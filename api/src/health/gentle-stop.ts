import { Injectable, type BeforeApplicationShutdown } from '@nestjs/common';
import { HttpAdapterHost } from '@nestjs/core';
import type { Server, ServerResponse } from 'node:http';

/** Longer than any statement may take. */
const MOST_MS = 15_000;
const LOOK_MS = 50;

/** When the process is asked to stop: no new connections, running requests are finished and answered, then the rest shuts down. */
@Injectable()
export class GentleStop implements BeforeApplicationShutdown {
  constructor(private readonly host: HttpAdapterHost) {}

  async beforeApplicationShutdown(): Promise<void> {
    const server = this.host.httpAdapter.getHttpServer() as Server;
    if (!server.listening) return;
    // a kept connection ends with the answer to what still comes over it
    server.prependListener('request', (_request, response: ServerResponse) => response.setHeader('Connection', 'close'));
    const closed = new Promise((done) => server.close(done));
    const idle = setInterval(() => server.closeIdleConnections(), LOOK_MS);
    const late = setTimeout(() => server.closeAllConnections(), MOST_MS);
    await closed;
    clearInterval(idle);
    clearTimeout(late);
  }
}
...
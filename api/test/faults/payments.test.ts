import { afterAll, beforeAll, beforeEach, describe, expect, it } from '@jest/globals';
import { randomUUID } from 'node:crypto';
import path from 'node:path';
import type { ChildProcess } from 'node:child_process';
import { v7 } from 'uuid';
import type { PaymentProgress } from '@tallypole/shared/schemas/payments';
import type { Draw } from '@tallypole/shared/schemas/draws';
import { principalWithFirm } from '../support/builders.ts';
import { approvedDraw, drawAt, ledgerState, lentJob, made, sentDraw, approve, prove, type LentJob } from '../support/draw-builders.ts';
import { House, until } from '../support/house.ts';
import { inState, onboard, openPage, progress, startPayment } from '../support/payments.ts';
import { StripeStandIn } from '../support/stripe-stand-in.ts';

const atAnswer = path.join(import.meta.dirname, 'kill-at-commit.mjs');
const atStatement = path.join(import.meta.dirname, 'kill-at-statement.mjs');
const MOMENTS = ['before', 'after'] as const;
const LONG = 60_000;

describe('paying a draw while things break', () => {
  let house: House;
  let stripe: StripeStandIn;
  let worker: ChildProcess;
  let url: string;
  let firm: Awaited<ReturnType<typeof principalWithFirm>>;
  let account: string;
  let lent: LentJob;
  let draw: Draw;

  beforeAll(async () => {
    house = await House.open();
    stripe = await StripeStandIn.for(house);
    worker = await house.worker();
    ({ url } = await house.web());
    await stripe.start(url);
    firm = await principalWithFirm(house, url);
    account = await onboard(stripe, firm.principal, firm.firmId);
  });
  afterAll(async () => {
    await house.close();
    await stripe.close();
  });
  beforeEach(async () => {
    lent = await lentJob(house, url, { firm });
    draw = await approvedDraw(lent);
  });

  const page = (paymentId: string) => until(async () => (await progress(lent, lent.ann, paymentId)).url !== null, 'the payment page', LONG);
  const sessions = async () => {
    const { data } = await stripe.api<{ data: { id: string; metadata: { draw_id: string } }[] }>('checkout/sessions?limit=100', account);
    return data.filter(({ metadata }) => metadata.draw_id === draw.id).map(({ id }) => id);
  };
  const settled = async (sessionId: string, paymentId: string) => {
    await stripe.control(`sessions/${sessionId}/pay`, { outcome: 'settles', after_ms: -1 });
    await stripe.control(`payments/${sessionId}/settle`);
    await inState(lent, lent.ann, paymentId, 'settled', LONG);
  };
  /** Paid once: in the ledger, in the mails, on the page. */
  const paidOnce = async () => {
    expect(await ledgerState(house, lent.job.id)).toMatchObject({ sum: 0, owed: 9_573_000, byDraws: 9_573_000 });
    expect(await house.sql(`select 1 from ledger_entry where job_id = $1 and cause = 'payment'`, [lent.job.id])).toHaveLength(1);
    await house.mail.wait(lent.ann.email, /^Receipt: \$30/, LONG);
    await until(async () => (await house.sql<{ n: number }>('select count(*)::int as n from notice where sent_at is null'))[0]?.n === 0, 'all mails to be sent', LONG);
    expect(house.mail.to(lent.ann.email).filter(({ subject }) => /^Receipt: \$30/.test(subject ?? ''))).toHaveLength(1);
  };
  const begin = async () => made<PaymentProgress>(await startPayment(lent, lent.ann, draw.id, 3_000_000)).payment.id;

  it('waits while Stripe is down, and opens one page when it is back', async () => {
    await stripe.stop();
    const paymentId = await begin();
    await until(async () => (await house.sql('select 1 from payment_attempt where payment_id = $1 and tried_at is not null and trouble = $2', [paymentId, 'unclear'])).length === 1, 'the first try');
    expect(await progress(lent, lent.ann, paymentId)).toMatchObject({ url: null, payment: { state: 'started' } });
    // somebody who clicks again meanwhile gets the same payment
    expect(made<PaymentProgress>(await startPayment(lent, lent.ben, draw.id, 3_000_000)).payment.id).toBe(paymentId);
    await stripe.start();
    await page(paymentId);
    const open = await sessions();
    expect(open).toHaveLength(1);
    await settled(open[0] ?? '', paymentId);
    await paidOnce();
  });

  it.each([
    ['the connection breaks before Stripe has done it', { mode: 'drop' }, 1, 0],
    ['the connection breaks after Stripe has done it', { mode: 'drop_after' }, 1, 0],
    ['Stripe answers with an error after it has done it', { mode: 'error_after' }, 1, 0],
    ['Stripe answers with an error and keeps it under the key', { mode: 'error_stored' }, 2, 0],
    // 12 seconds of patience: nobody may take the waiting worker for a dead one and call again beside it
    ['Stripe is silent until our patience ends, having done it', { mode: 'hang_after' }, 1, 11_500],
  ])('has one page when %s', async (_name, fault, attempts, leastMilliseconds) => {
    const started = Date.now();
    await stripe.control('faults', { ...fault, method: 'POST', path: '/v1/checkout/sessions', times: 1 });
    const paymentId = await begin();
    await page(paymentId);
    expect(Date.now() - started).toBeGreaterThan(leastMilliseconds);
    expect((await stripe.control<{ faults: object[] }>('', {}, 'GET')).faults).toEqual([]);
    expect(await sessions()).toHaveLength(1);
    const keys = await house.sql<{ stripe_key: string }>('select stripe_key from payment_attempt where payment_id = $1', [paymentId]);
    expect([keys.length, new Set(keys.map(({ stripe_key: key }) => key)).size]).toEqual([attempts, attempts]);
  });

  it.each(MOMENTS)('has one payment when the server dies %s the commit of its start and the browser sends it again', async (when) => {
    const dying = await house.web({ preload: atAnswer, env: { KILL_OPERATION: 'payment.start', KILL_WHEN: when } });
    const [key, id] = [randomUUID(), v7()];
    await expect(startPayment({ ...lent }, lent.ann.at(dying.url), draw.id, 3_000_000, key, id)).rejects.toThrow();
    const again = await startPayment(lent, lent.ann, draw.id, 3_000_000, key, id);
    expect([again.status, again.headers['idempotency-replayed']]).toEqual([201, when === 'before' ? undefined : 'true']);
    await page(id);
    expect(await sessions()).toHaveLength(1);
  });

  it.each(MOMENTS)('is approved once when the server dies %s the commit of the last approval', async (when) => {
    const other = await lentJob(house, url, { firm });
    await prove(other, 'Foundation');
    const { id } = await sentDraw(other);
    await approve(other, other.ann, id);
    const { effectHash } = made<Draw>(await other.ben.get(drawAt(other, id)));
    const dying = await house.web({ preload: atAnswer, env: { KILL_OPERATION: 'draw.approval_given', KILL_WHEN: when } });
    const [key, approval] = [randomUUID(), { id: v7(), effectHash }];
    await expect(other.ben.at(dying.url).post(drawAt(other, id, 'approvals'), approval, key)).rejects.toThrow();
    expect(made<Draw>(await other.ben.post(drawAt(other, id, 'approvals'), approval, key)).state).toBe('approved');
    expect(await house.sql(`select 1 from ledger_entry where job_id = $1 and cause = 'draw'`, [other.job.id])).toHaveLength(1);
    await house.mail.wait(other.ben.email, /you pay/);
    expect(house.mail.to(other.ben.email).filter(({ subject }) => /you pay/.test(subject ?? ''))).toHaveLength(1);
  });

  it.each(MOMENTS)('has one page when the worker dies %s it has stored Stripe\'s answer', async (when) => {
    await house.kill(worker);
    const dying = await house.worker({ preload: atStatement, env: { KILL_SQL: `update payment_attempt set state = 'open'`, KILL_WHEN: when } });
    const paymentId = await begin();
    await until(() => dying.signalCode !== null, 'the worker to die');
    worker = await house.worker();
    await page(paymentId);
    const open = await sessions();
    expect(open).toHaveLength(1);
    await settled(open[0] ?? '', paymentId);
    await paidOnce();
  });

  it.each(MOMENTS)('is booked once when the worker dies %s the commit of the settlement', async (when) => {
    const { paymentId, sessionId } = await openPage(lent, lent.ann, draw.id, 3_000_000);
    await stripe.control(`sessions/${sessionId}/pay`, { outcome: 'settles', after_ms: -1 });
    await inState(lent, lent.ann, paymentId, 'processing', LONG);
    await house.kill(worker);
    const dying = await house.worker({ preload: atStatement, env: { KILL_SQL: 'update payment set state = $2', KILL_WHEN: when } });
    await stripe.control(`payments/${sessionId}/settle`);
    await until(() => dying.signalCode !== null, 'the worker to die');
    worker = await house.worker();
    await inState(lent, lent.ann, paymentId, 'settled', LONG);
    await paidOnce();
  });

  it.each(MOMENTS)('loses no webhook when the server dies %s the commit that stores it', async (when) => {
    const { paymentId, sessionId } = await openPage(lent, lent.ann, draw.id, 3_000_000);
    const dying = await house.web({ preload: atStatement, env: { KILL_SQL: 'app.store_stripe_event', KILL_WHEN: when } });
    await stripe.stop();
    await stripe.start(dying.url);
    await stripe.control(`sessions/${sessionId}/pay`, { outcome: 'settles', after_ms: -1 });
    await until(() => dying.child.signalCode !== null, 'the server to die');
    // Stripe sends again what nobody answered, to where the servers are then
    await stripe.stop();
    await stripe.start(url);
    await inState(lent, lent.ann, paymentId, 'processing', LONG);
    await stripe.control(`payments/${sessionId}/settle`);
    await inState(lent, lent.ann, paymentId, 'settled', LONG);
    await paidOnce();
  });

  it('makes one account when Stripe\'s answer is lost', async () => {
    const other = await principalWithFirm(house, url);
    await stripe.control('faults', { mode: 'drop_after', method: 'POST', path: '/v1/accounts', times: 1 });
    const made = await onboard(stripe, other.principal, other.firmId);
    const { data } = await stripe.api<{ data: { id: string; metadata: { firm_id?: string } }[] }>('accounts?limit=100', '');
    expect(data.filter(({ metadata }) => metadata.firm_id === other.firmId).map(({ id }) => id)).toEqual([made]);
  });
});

* **EXERCISE**: The answer is the lines above between the line holding "filename api/src/health/gentle-stop.ts" and the line holding "async beforeApplicationShutdown(): Promise<void>", inclusive, each written out exactly, and no others.

* **RESPONSE**:
filename api/src/health/gentle-stop.ts
import { Injectable, type BeforeApplicationShutdown } from '@nestjs/common';
import { HttpAdapterHost } from '@nestjs/core';
import type { Server, ServerResponse } from 'node:http';

/** Longer than any statement may take. */
const MOST_MS = 15_000;
const LOOK_MS = 50;

/** When the process is asked to stop: no new connections, running requests are finished and answered, then the rest shuts down. */
@Injectable()
export class GentleStop implements BeforeApplicationShutdown {
  constructor(private readonly host: HttpAdapterHost) {}

  async beforeApplicationShutdown(): Promise<void> {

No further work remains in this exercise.